Dataset extract:
====================

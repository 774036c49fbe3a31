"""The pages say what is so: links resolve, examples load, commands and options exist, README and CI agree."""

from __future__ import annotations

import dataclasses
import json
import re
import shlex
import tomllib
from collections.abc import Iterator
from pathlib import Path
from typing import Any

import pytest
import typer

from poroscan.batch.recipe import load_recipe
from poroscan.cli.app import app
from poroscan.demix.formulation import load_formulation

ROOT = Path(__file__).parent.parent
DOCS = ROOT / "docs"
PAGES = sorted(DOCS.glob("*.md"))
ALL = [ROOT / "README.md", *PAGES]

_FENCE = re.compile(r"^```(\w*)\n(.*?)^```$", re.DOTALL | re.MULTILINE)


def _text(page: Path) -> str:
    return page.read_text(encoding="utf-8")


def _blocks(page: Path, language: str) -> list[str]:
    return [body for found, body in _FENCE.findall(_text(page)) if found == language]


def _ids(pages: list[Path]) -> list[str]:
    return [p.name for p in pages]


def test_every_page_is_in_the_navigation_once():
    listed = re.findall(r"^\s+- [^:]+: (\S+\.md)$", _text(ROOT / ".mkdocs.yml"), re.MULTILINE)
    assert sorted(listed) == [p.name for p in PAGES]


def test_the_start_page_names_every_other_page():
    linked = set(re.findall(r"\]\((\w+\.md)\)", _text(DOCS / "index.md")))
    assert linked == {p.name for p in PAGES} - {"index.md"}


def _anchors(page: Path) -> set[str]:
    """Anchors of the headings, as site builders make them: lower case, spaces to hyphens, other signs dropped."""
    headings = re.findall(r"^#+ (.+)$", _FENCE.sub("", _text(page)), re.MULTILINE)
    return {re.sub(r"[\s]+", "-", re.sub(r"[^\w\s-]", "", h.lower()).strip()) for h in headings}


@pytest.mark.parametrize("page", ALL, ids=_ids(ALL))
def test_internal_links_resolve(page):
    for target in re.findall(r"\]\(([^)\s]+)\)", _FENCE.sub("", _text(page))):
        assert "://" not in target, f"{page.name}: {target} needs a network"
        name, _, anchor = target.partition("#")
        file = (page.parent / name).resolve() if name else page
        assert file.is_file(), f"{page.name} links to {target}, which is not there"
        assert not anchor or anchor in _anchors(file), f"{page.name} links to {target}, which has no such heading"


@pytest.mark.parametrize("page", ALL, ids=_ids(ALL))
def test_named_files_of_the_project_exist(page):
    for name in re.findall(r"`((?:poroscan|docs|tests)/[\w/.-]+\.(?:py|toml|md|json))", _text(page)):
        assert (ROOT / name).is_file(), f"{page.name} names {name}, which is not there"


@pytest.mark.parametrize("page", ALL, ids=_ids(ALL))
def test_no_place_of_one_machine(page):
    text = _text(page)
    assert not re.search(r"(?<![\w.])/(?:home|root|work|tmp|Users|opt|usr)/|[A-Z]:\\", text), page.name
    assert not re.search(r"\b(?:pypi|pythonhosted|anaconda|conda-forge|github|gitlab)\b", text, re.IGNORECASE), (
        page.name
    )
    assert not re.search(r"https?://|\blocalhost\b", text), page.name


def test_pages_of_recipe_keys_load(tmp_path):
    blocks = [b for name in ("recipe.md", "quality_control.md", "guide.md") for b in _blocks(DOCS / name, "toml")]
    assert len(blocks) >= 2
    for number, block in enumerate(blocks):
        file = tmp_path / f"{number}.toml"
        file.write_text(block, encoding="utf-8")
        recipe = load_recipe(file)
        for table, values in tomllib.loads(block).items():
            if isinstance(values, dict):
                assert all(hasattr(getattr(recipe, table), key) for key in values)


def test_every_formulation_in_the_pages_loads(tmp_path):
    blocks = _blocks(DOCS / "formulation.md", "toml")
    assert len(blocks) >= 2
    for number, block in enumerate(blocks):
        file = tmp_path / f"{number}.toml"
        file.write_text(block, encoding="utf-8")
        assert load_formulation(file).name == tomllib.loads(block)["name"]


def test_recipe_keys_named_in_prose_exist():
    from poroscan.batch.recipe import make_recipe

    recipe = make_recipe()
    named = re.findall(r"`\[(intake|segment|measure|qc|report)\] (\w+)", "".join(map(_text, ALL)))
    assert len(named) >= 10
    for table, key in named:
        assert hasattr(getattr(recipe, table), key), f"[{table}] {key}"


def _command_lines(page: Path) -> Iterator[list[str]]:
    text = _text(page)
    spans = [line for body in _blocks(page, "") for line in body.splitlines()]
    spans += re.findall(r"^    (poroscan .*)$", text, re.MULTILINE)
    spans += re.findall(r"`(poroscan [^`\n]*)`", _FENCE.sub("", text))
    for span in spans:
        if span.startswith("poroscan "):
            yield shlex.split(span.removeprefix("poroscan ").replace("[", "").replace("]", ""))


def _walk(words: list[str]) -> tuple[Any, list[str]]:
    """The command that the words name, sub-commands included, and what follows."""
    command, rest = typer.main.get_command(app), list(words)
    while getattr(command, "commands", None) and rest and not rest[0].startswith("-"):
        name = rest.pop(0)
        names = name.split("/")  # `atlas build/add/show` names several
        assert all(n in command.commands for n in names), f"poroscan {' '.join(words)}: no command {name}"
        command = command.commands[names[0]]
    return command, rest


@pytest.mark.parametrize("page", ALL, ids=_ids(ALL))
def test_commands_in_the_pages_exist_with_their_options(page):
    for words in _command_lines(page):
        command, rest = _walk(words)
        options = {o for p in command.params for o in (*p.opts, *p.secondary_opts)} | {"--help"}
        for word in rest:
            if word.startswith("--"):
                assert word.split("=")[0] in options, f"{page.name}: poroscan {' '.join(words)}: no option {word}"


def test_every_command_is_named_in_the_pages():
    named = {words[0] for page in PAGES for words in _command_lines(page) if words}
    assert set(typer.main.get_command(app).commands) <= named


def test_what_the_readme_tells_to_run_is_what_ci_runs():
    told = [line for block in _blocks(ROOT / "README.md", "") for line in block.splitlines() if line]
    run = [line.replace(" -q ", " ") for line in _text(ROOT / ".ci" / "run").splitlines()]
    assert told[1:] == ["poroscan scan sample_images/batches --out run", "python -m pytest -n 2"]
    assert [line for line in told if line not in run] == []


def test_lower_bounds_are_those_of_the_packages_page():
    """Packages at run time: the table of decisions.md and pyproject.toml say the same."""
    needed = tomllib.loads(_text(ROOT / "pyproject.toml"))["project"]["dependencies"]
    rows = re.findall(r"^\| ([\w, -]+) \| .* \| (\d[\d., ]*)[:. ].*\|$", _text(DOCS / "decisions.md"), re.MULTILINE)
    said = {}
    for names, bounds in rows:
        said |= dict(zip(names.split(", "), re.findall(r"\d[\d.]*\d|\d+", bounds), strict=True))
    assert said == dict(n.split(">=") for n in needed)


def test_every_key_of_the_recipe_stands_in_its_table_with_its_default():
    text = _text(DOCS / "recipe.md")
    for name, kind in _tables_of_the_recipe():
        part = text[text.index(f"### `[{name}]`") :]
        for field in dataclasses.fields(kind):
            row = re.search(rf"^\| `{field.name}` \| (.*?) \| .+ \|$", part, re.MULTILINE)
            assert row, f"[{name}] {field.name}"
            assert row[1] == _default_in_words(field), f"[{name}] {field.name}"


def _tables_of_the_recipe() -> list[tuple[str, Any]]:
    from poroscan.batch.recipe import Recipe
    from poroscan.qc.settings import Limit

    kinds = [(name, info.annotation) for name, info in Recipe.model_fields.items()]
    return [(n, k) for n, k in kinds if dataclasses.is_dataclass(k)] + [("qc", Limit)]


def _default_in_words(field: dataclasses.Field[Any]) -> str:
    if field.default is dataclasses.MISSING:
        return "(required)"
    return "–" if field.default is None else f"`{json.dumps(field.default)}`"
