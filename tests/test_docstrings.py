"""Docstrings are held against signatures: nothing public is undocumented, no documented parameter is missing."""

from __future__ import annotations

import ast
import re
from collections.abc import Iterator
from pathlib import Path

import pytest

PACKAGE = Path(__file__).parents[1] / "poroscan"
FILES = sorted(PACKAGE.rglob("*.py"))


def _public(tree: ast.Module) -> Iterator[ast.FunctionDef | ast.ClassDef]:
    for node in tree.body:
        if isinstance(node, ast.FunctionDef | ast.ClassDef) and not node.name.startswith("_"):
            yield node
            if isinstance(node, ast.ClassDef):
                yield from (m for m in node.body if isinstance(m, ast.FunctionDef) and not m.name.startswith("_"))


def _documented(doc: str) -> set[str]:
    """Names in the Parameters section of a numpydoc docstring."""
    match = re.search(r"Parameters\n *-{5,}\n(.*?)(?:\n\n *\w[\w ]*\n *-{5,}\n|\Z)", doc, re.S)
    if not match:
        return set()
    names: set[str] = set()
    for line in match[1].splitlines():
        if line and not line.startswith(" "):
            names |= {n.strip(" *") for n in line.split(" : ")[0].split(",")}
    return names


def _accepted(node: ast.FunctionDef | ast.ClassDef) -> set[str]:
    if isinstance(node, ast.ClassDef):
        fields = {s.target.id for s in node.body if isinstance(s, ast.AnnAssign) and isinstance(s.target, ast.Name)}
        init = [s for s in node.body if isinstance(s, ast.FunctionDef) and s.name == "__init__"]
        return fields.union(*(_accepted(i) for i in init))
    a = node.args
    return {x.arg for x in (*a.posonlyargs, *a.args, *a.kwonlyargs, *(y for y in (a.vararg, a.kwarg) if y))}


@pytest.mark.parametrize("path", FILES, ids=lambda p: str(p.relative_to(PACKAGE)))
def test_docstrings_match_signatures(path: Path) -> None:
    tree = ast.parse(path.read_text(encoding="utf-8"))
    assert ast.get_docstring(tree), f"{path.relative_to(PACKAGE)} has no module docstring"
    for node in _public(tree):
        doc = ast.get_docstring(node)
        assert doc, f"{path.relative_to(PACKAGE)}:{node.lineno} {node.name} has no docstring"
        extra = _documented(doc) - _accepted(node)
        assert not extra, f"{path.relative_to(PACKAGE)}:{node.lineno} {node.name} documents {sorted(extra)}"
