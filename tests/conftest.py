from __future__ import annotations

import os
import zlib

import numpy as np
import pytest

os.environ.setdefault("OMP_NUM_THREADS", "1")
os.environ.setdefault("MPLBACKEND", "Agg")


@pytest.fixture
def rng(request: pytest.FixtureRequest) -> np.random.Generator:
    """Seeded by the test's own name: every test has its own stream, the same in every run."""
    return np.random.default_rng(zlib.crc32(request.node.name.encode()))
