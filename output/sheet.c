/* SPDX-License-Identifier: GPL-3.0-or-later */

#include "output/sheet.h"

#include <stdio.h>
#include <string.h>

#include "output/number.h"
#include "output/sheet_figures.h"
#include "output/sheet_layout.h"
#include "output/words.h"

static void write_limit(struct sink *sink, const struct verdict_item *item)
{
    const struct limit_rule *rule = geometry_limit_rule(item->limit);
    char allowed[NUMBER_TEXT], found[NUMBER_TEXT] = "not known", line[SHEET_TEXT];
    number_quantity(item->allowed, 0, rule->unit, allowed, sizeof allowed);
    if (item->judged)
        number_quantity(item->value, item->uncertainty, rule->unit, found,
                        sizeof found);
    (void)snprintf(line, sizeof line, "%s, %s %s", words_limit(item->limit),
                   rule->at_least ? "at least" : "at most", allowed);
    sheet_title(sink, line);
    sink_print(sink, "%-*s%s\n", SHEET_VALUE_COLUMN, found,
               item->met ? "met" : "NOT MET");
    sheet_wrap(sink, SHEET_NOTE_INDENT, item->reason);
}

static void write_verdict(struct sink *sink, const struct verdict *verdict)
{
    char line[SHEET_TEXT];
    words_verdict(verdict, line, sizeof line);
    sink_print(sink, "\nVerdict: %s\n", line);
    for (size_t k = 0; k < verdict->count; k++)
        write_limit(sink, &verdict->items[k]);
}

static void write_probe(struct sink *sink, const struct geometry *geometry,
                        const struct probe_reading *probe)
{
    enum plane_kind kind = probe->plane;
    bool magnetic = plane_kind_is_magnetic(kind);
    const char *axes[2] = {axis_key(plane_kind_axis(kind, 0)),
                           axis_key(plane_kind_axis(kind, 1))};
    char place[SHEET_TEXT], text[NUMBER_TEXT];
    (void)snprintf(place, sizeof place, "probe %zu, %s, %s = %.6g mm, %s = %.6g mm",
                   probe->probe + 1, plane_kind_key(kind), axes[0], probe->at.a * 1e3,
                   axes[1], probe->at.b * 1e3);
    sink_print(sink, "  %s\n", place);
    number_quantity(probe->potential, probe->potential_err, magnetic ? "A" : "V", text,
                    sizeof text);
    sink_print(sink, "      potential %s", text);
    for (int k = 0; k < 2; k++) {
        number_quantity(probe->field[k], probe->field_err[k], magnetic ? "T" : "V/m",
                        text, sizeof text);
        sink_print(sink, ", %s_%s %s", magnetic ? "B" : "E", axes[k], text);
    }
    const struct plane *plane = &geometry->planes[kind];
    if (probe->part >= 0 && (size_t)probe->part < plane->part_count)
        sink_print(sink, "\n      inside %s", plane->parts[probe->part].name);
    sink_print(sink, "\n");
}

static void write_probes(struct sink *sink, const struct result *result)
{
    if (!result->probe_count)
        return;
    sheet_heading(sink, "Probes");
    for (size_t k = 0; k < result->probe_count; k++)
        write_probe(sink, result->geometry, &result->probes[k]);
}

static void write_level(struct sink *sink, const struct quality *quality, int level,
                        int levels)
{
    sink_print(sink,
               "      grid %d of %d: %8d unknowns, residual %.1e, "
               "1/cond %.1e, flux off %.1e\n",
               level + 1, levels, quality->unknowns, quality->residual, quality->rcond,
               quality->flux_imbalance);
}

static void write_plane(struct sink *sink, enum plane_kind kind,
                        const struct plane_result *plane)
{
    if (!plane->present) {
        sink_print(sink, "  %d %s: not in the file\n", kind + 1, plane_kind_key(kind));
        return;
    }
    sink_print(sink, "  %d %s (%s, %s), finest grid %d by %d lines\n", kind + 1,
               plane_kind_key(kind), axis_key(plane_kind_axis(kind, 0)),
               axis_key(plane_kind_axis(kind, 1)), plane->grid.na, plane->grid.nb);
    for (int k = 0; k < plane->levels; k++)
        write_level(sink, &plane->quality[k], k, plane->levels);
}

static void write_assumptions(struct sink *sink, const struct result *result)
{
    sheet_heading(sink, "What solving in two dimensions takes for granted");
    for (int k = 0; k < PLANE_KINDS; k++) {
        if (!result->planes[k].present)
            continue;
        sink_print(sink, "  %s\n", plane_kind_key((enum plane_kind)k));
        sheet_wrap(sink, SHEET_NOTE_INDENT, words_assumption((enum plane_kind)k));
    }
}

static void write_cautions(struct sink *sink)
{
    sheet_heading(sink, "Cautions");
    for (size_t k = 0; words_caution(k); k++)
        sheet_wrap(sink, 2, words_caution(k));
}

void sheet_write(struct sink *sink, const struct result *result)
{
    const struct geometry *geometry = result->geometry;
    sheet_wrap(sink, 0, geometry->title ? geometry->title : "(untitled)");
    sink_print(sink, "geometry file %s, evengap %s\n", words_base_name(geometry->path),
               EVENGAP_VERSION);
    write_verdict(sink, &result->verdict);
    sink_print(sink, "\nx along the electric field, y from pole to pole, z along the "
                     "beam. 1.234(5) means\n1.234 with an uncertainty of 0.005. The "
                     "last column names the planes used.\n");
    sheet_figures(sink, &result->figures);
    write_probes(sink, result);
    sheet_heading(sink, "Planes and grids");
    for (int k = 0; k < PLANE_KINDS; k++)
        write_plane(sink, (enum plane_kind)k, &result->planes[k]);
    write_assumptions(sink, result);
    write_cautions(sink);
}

====================

Task instructions: In the data above, find the line with "SPDX-License-Identifier: GPL-3.0-or-later */" and the line with "char place[SHEET_TEXT], text[NUMBER_TEXT];". Retype both, plus every line between them, exactly.

Written answer:
/* SPDX-License-Identifier: GPL-3.0-or-later */

#include "output/sheet.h"

#include <stdio.h>
#include <string.h>

#include "output/number.h"
#include "output/sheet_figures.h"
#include "output/sheet_layout.h"
#include "output/words.h"

static void write_limit(struct sink *sink, const struct verdict_item *item)
{
    const struct limit_rule *rule = geometry_limit_rule(item->limit);
    char allowed[NUMBER_TEXT], found[NUMBER_TEXT] = "not known", line[SHEET_TEXT];
    number_quantity(item->allowed, 0, rule->unit, allowed, sizeof allowed);
    if (item->judged)
        number_quantity(item->value, item->uncertainty, rule->unit, found,
                        sizeof found);
    (void)snprintf(line, sizeof line, "%s, %s %s", words_limit(item->limit),
                   rule->at_least ? "at least" : "at most", allowed);
    sheet_title(sink, line);
    sink_print(sink, "%-*s%s\n", SHEET_VALUE_COLUMN, found,
               item->met ? "met" : "NOT MET");
    sheet_wrap(sink, SHEET_NOTE_INDENT, item->reason);
}

static void write_verdict(struct sink *sink, const struct verdict *verdict)
{
    char line[SHEET_TEXT];
    words_verdict(verdict, line, sizeof line);
    sink_print(sink, "\nVerdict: %s\n", line);
    for (size_t k = 0; k < verdict->count; k++)
        write_limit(sink, &verdict->items[k]);
}

static void write_probe(struct sink *sink, const struct geometry *geometry,
                        const struct probe_reading *probe)
{
    enum plane_kind kind = probe->plane;
    bool magnetic = plane_kind_is_magnetic(kind);
    const char *axes[2] = {axis_key(plane_kind_axis(kind, 0)),
                           axis_key(plane_kind_axis(kind, 1))};
    char place[SHEET_TEXT], text[NUMBER_TEXT];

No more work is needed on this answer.